If you would like more information on the JMMF scholarship program and how to get your school involved please email



Ravages of Time

    I woke up Monday morning and looked in the mirror — and an imposter winked back at me.
    That fellow in the mirror was 50 years old that day. Not me. I'm somewhere between 26 and 39.
    "Good morning, Mr. Hyde. How does it feel to be 50?" I asked him. I've been needling him for years.
    You see, this fella has been playing tricks on me for a long while. For instance, being young, I have a cast-iron stomach. HE gets gas on the stomach. Lately. When HE gets gas on the stomach, I belch.
    I never should have taken the old fool on. You know, I can hear perfectly well. The trouble is the sounds come through HIS ears. Therefore because of HIM, I find myself saying, "I'm sorry, I didn't catch that."
    He's insidious, implacable. My enemy was in that mirror. It's like fighting China. He's got all the time in the world. One of these days, I'm going to be laying on my back in bed with a sawbones looking grave above me and people crying in the corner, and I'm gonna say, "Do me a favor. Go in and take a look at that old creep in the mirror and tell him to get a new boy, that I'm going over the wall. I've had enough of carrying his load."
    You see, I know what he's going to do to me. He's already begun. You know that nice turn I used to take off a teed-up golf ball? Well, now it sounds like twigs snapping under an elephant. My backbone was as supple and gristly as a baby shark's. Shucks, it was only three years ago, I was the best twister at the office party.
    Now, he's got me taking a three-wood off the tee.
    You remember how I used to fire those long, arching passes to the boy out in the lot? Well, he's taken all the lube out of the elbow joint.
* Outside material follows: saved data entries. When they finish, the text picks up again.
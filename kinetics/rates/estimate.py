"""Generalised least squares with the full covariance.

The search is a Levenberg–Marquardt (MINPACK's) from a grid of starts that come from the data. The
grid is tried on a few of the spectra, so that its cost does not grow with the run. What remains
unexplained by stated and estimated covariance (see `noise`) is absorbed by the residual variance,
and intervals are taken from Student's t.
"""

from dataclasses import dataclass

import numpy as np
from scipy.optimize import leastsq
from scipy.stats import chi2

from kinetics.errors import FitError
from kinetics.rates.model import Model
from kinetics.rates.noise import (
    Whitener,
    beyond_chance,
    correlation,
    extra_parts,
    lag_one,
    whitener,
)
from kinetics.rates.series import Float64, Series

__all__ = ["Estimate", "Problem", "Whitener", "estimate", "finished", "lag_one", "whitener"]

_TOLERANCE = 3e-16
_ROUGH = 1e-7
_SAME = 1e-5
_POLISHED_SIZE = 1000  # values; in longer series the last digits are far below the noise
_POLISHED = 3  # Gauss–Newton steps at the end of a search
_TRIED = 3  # the best starts that are followed to the end
_FEW = 60  # spectra on which starts are tried
# Extra parts are estimated only where the plain fit's scatter is unlikely by the stated errors.
_EXCESS_P = 0.01
# Correlation is allowed for wherever it is positive: in independent noise that widens intervals
# by a few per cent, with few spectra in a drift it is what saves them. It is remarked on only
# from `_SURE_SD` standard errors beyond chance. tests/benchmarks/coverage_rates.py shows both.
_ALLOWED_SD = 0.0
_SURE_SD = 1.5
_HUGE = 1e150


@dataclass(frozen=True, slots=True, eq=False)
class Estimate:
    """A law fitted to a series.

    Attributes
    ----------
    x
        Parameter vector of the model, shape (p,).
    covariance
        Of the vector, scaled by the residual variance, shape (p, p).
    whitener
        Used in the fit.
    residuals
        Observed less predicted, shape (n, m).
    whitened
        The same, uncorrelated and of unit variance as far as the covariance is right.
    chi2
        Sum of squares of `whitened`.
    dof
        Degrees of freedom.
    scale
        chi2 / dof: residual variance over the stated one.
    plain_correlation
        Lag-one correlation of the residuals before any was allowed for.
    correlated
        Whether that is beyond chance (one in twenty).
    excess
        chi2 / dof by the stated covariance alone, nan where none was stated.
    """

    x: Float64
    covariance: Float64
    whitener: Whitener
    residuals: Float64
    whitened: Float64
    chi2: float
    dof: int
    scale: float
    plain_correlation: float = 0.0
    correlated: bool = False
    excess: float = float("nan")

    @property
    def minus_two_log_likelihood(self) -> float:
        """−2 ln L with the residual variance at its maximum-likelihood value."""
        count = self.whitened.size
        spread = float(np.log(2 * np.pi * max(self.chi2, 1e-300) / count))
        return count * (1 + spread) + self.whitener.log_det


class Problem:
    """One model and one series; keeps what all searches share."""

    def __init__(self, model: Model, series: Series) -> None:
        self.model, self.series = model, series
        self.data = series.values[:, list(model.columns)]
        block = np.ix_(range(series.size), model.columns, model.columns)
        self.stated = series.covariance[block]
        self.dof = self.data.size - model.size
        if self.dof < 1:
            raise FitError(
                f"{model.law.name}: {self.data.size} values cannot determine {model.size} "
                "parameters and their uncertainty; wait for more spectra"
            )

    def predict(self, x: Float64) -> Float64:
        """Return the fitted curve at the spectra, shape (n, m)."""
        curve = self.model.predict(x, self.series.time_s, self.series.acquisition_s)
        return np.asarray(np.real(curve), np.float64)

    def jacobian(self, x: Float64) -> Float64:
        """Return its derivative, shape (n, m, p)."""
        return self.model.jacobian(x, self.series.time_s, self.series.acquisition_s)

    def thinned(self) -> "Problem":
        """Return the problem on a few spectra spread evenly over the run."""
        if self.series.size <= _FEW:
            return self
        rows = np.unique(np.linspace(0, self.series.size - 1, _FEW).astype(np.intp))
        return Problem(self.model, self.series.select(rows))

    def search(
        self, x: Float64, w: Whitener, fixed: int | None = None, tolerance: float = _TOLERANCE
    ) -> tuple[Float64, float]:
        """Minimise from a start, with one element of the vector held if `fixed` is given."""
        free = [i for i in range(x.size) if i != fixed]
        full = np.array(x, np.float64)

        def place(part: Float64) -> Float64:
            full[free] = part
            return full

        def rest(part: Float64) -> Float64:
            value = w.apply(self.predict(place(part)) - self.data).ravel()
            return np.asarray(np.where(np.isfinite(value), value, _HUGE), np.float64)

        def slope(part: Float64) -> Float64:
            value = w.apply_jacobian(self.jacobian(place(part)))[:, free]
            return np.asarray(np.where(np.isfinite(value), value, 0.0), np.float64)

        with np.errstate(all="ignore"):
            if free:
                found = leastsq(
                    rest,
                    full[free],
                    Dfun=slope,
                    full_output=True,
                    xtol=tolerance,
                    ftol=tolerance,
                    gtol=0.0,
                    maxfev=400,
                )
                place(np.asarray(found[0], np.float64))
            value = rest(full[free])
            cost = float(value @ value)
            polished = free and tolerance == _TOLERANCE and value.size <= _POLISHED_SIZE
            for _ in range(_POLISHED if polished else 0):
                # The sum of squares is flat to its last digit long before its slope is nought.
                before = np.array(full[free])
                jacobian = slope(before)
                size = np.linalg.norm(jacobian, axis=0)
                if not np.all(size > 0):
                    break
                move = np.linalg.lstsq(jacobian / size, -value, rcond=1e-14)[0] / size
                trial = rest(before + move)
                if not float(trial @ trial) <= cost * (1 + 1e-9):
                    place(before)
                    break
                value, cost = trial, float(trial @ trial)
                if np.all(np.abs(move) <= 1e-13 * np.abs(before)):
                    break
        return np.array(full), cost

    def best(self, w: Whitener) -> tuple[Float64, float]:
        """Minimise from the grid of starts; `w` is used for the end of the search."""
        few = self.thinned()
        rough = w if few is self else whitener(few.stated)
        with np.errstate(all="ignore"):
            costs = []
            for x in self.model.starts(few.series):
                rest = rough.apply(few.predict(x) - few.data)
                cost = float((rest**2).sum())
                costs.append((cost if np.isfinite(cost) else np.inf, x))
        costs.sort(key=lambda item: item[0])
        found: list[tuple[Float64, float]] = []
        for _, x in costs[: max(_TRIED, len(self.model.law.rates))]:
            found.append(few.search(x, rough, tolerance=_ROUGH))
            if len(found) > 1 and abs(found[-1][1] - found[-2][1]) <= _SAME * found[-1][1]:
                break  # two starts that end alike need no third
        return self.search(min(found, key=lambda item: item[1])[0], w)


def estimate(problem: Problem, as_stated: bool = False) -> Estimate:
    """Fit a model to a series.

    Parameters
    ----------
    as_stated
        Take the stated covariance up to a factor and estimate no further part: ordinary weighted
        least squares, as most published fits are.

    Raises
    ------
    FitError
        If there are too few values, or the search does not end in finite values.
    """
    stated = problem.series.stated
    w = whitener(problem.stated)
    x, cost = problem.best(w)
    excess = cost / problem.dof if stated else float("nan")
    if as_stated:
        return _checked(problem, x, cost, w, (0.0, False, excess))
    more = chi2.sf(cost, problem.dof) < _EXCESS_P if stated else problem.data.shape[1] > 1
    parts: tuple[float, float] | None = None
    for _ in range(2 if more and cost > 0 else 0):
        curve = problem.predict(x)
        # Where nothing is stated all of the noise is estimated.
        base = problem.stated if stated else problem.stated * (1e-6 * cost / problem.dof)
        parts = extra_parts(base, problem.data - curve, problem.jacobian(x), curve, parts)
        if not any(parts):
            break
        w = whitener(base, *parts, curve)
        x, cost = problem.search(x, w)
    rest, jacobian = problem.data - problem.predict(x), problem.jacobian(x)
    plain = w.apply(rest)
    distance = beyond_chance(plain, w.apply_jacobian(jacobian))
    if distance > _ALLOWED_SD:
        rho = correlation(w, rest, jacobian)
        w = w.correlated(rho)
        x, cost = problem.search(x, w)
    return _checked(problem, x, cost, w, (lag_one(plain), distance > _SURE_SD, excess))


def _checked(
    problem: Problem, x: Float64, cost: float, w: Whitener, noticed: tuple[float, bool, float]
) -> Estimate:
    if not np.all(np.isfinite(x)) or not np.isfinite(cost):
        raise FitError(f"{problem.model.law.name}: the fit does not converge on these data")
    return finished(problem, x, w, noticed)


def finished(
    problem: Problem,
    x: Float64,
    w: Whitener,
    noticed: tuple[float, bool, float] = (0.0, False, float("nan")),
) -> Estimate:
    """Gather what belongs to a minimum."""
    residuals = problem.data - problem.predict(x)
    whitened = w.apply(residuals)
    slope = w.apply_jacobian(problem.jacobian(x))
    cost = float((whitened**2).sum())
    scale = cost / problem.dof
    return Estimate(
        x=x,
        covariance=_inverse_normal(slope) * scale,
        whitener=w,
        residuals=residuals,
        whitened=whitened,
        chi2=cost,
        dof=problem.dof,
        scale=scale,
        plain_correlation=noticed[0],
        correlated=noticed[1],
        excess=noticed[2],
    )


def _inverse_normal(slope: Float64) -> Float64:
    """Return (J'J)⁻¹ by a QR of the column-scaled Jacobian."""
    size = np.linalg.norm(slope, axis=0)
    size = np.where(size > 0, size, 1.0)
    upper = np.linalg.qr(slope / size, mode="r")
    with np.errstate(all="ignore"):
        inverse = np.linalg.pinv(upper)
    return np.asarray((inverse @ inverse.T) / np.outer(size, size), np.float64)
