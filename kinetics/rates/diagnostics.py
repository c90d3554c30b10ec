"""What the residuals of a fit say, each with a sentence on what it means here."""

from collections.abc import Mapping
from dataclasses import dataclass

import numpy as np
from scipy.stats import norm

from kinetics.rates.estimate import Estimate, Problem
from kinetics.rates.noise import beyond_chance
from kinetics.rates.series import Float64
from kinetics.remarks import Remark

# Below this number of values a drift is not told from plain scatter.
_FEW_FOR_DRIFT = 50
_SIMULATED = 999
_MOST_SIMULATED = 600  # values; above that the normal approximation is as good
_HIGH_LEVERAGE = 3.0  # times the mean


@dataclass(frozen=True, slots=True)
class Diagnostics:
    """What the residuals say.

    Attributes
    ----------
    autocorrelation
        Lag-one correlation of the whitened residuals.
    correlated
        Whether that is beyond chance.
    runs_p
        Two-sided p of the number of runs of one sign (Wald & Wolfowitz 1940), nan for few points.
    remarks
        In words.
    """

    autocorrelation: float
    correlated: bool
    runs_p: float
    remarks: tuple[Remark, ...]


def runs_p(whitened: Float64) -> float:
    """Return the two-sided p of the number of runs of one sign, pooled over the species."""
    runs = expected = variance = 0.0
    for column in whitened.T:
        up = int((column > 0).sum())
        down = column.size - up
        total = up + down
        if min(up, down) < 3:
            continue
        runs += 1 + int(np.count_nonzero(np.diff(column > 0)))
        expected += 2 * up * down / total + 1
        variance += 2 * up * down * (2 * up * down - total) / (total**2 * (total - 1))
    if variance <= 0:
        return float("nan")
    return float(2 * norm.sf(abs(runs - expected) / np.sqrt(variance)))


def diagnose(found: Estimate, intervals: Mapping[str, tuple[float, float]]) -> Diagnostics:
    """Judge a fit by its residuals and by what its intervals leave open."""
    remarks: list[Remark] = []
    remarks += noise_remarks(found)
    for name, (low, high) in intervals.items():
        if np.isnan(low) or np.isnan(high):
            sides = [s for s, v in (("below", low), ("above", high)) if np.isnan(v)]
            remarks.append(
                Remark(
                    "not-bounded",
                    f"The data do not bound {name} {' or '.join(sides)}.",
                    "Only the other end of its interval means anything."
                    if len(sides) == 1
                    else "Its value means nothing.",
                    "Follow the reaction further, or ask for a law with fewer parameters.",
                    subject=name,
                )
            )
    return Diagnostics(
        found.plain_correlation, found.correlated, runs_p(found.whitened), tuple(remarks)
    )


def noise_remarks(found: Estimate) -> list[Remark]:
    """Say where the scatter about the fit is not what intervals are made for."""
    remarks = []
    if found.correlated:
        remarks.append(
            Remark(
                "residuals-correlated",
                "Neighbouring points lie on the same side of the curve "
                f"(correlation {found.plain_correlation:.2f}).",
                "The intervals allow for it, but may still be too narrow; either the law is "
                "wrong or reference, phase or temperature drift.",
                "Look at the residuals; a second signal of the same species tells which.",
            )
        )
    count = found.whitened.size
    unexplained = bool(found.whitener.white or found.whitener.shared)
    if unexplained and count < _FEW_FOR_DRIFT and np.isfinite(found.excess):
        remarks.append(
            Remark(
                "scatter-unexplained",
                f"The points scatter {np.sqrt(found.excess):.1f} times as much as the noise of "
                "the spectra explains.",
                f"With {found.whitened.shape[0]} spectra it cannot be told whether that is a "
                "drift, and a drift makes the intervals too narrow.",
                "Follow longer or more often, and look at the reference.",
            )
        )
    return remarks


@dataclass(frozen=True, slots=True, eq=False)
class Details:
    """The longer look at the residuals, for people who ask.

    Attributes
    ----------
    durbin_watson, durbin_watson_p
        Statistic of the whitened residuals before correlation was allowed for, and its one-sided
        p against positive correlation (simulated for up to 600 values).
    leverage
        Share of each spectrum in the parameters, shape (n,); its sum is their number.
    normal_quantiles, ordered
        Normal plot: expected and found standardised residuals, ascending, shape (n m,).
    species_correlation
        Correlation of the residuals of the first two species, nan for one.
    sentences
        One a diagnostic.
    """

    durbin_watson: float
    durbin_watson_p: float
    leverage: Float64
    normal_quantiles: Float64
    ordered: Float64
    species_correlation: float
    sentences: tuple[str, ...]


def details(problem: Problem, found: Estimate, seed: int = 0) -> Details:
    """Look closely at a fit.

    Parameters
    ----------
    problem, found
        A fit's ``problem`` and ``estimate``.
    seed
        Of the simulation behind the Durbin–Watson p.
    """
    w = found.whitener.correlated(0.0)
    rest = w.apply(found.residuals)
    slope = w.apply_jacobian(problem.jacobian(found.x))
    size = np.linalg.norm(slope, axis=0)
    q = np.linalg.qr(slope[:, size > 0] / size[size > 0])[0]
    n, m = rest.shape
    leverage = (q**2).reshape(n, m, -1).sum(axis=(1, 2))
    statistic = _durbin_watson(rest)
    if rest.size <= _MOST_SIMULATED:
        noise = np.random.default_rng(seed).normal(size=(_SIMULATED, n * m))
        noise -= (noise @ q) @ q.T
        drawn = np.array([_durbin_watson(row.reshape(n, m)) for row in noise])
        p = float((1 + np.count_nonzero(drawn <= statistic)) / (_SIMULATED + 1))
    else:
        p = float(norm.sf(beyond_chance(rest, slope)))
    spread = np.sqrt(np.maximum(1 - (q**2).sum(axis=1), 1e-12)) * np.sqrt(found.scale or 1.0)
    ordered = np.sort(rest.ravel() / spread)
    ranks = (np.arange(n * m) + 0.625) / (n * m + 0.25)  # Blom 1958
    correlation = float("nan")
    if m > 1 and n > 2 and np.all(np.std(found.residuals[:, :2], axis=0) > 0):
        correlation = float(np.corrcoef(found.residuals[:, 0], found.residuals[:, 1])[0, 1])
    quantiles = np.asarray(norm.ppf(ranks), np.float64)
    return Details(
        statistic,
        p,
        leverage,
        quantiles,
        ordered,
        correlation,
        _sentences(p, runs_p(rest), leverage, correlation, (quantiles, ordered)),
    )


def _durbin_watson(rest: Float64) -> float:
    total = float((rest**2).sum())
    return float((np.diff(rest, axis=0) ** 2).sum()) / total if total > 0 else 2.0


def _sentences(
    p: float,
    runs: float,
    leverage: Float64,
    correlation: float,
    plot: tuple[Float64, Float64],
) -> tuple[str, ...]:
    out = [
        f"Durbin–Watson p = {p:.3f}: neighbouring points lie on the same side of the curve more "
        "often than chance allows; the law may be wrong, or something drifts."
        if p < 0.05
        else f"Durbin–Watson p = {p:.2f}: neighbouring points scatter independently."
    ]
    if np.isfinite(runs):
        out.append(
            f"Runs of one sign: p = {runs:.2f}, "
            + ("longer or shorter than chance makes them." if runs < 0.05 else "as chance has it.")
        )
    top = int(np.argmax(leverage))
    if leverage[top] > _HIGH_LEVERAGE * float(leverage.mean()):
        out.append(
            f"Spectrum {top + 1} alone carries {100 * leverage[top] / leverage.sum():.0f} % of the "
            "say in the parameters: an error there goes straight into k."
        )
    else:
        out.append("No single spectrum decides the parameters.")
    if np.isfinite(correlation):
        if correlation > 0.4:
            meaning = "they move together, as a wandering reference or receiver makes them"
        elif correlation < -0.4:
            meaning = "one rises where the other falls: a wrong law, or neighbours that overlap"
        else:
            meaning = "they scatter independently"
        out.append(f"Residuals of the two species correlate by {correlation:.2f}: {meaning}.")
    fit = float(np.corrcoef(*plot)[0, 1]) if plot[0].size > 3 else 1.0
    out.append(
        "The residuals are heavier in the tails than a normal distribution: look for outliers."
        if fit < 0.95
        else "The residuals look normally distributed."
    )
    return tuple(out)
I throw underhanded like a girl now.
    My eyes are just as good as they ever were — 20/200. He has clouded them over for reading fine print. My belly used to be as flat as Texas. HE has put on weight. I would try to outwit him by jogging 10 miles or so every day, but the doctor tells me dead men sell no scales.
    The worst he's done is corrupted my mind. I mean, I still have 31 of my 32 teeth (they got more gold in them than the city of Florence) and two million separate strands of hair on my head, but I've got HIS neck. It's beginning to wattle.
    But the worst disease he carried is nostalgia. I mean, I've always been a guy who wanted news, the latest thing, the newest gimmick. But, you see, this old creep I took in out of the cold 49 years 11 months and 30 days ago is now using me like a ventriloquist. Someone says an electric toothbrush is a great invention and — in my voice — my enemy says, "Anybody who doesn't have the strength to push a brush up and down his teeth should put them in a glass, anyway."
    But, worst of all, youngsters say, "Boy, that Rod Carew is a great hitter!" and you find yourself screaming, "Rod Carew! I thought he was a coxswain! Why, with the '27 Yankees, he'd have to take batting practice with the bullpen crew. The regulars would be afraid to pick up bad habits just watching him. Now, Babe Ruth, THERE was a hitter. Used to warm up against machine gun bullets. He could bat .360 against the Gatling gun."
    "Paul Warfield is a great end," they say. "Paul Warfield! I thought he was a baritone! He'd be in a taxi on the 1950 Rams. Now, Hirsch and Fears, THERE were ends. They were, you might say, THE ends.”
    Or, they may bring up some hot-shot young golfer. "Couldn't shag for Hogan," you sniff.
    Well, my enemy's gums hurt. His hands shake, his blood is tired, and he wants to go put on something by Lawrence Welk, and he's worried about sitting in a draft and wants to go sit in a blanket with Musterole and do crossword puzzles. Me, I want to go surfing.
    I suppose now I'll go out and get hit on the head by some young punk that a young athlete like me would kick under the car if I didn't have that coward at the control. He's jealous is what he is. He's been trying to turn my hair gray for 10 years, but my hair is younger than both of us. I think he's got one week to give me rheumatism or they make him turn in his scythe. He keeps telling them I'm only Shangri-la on the outside, but inside, I look like Ptolemy. He ought to know. He's in there. Not me.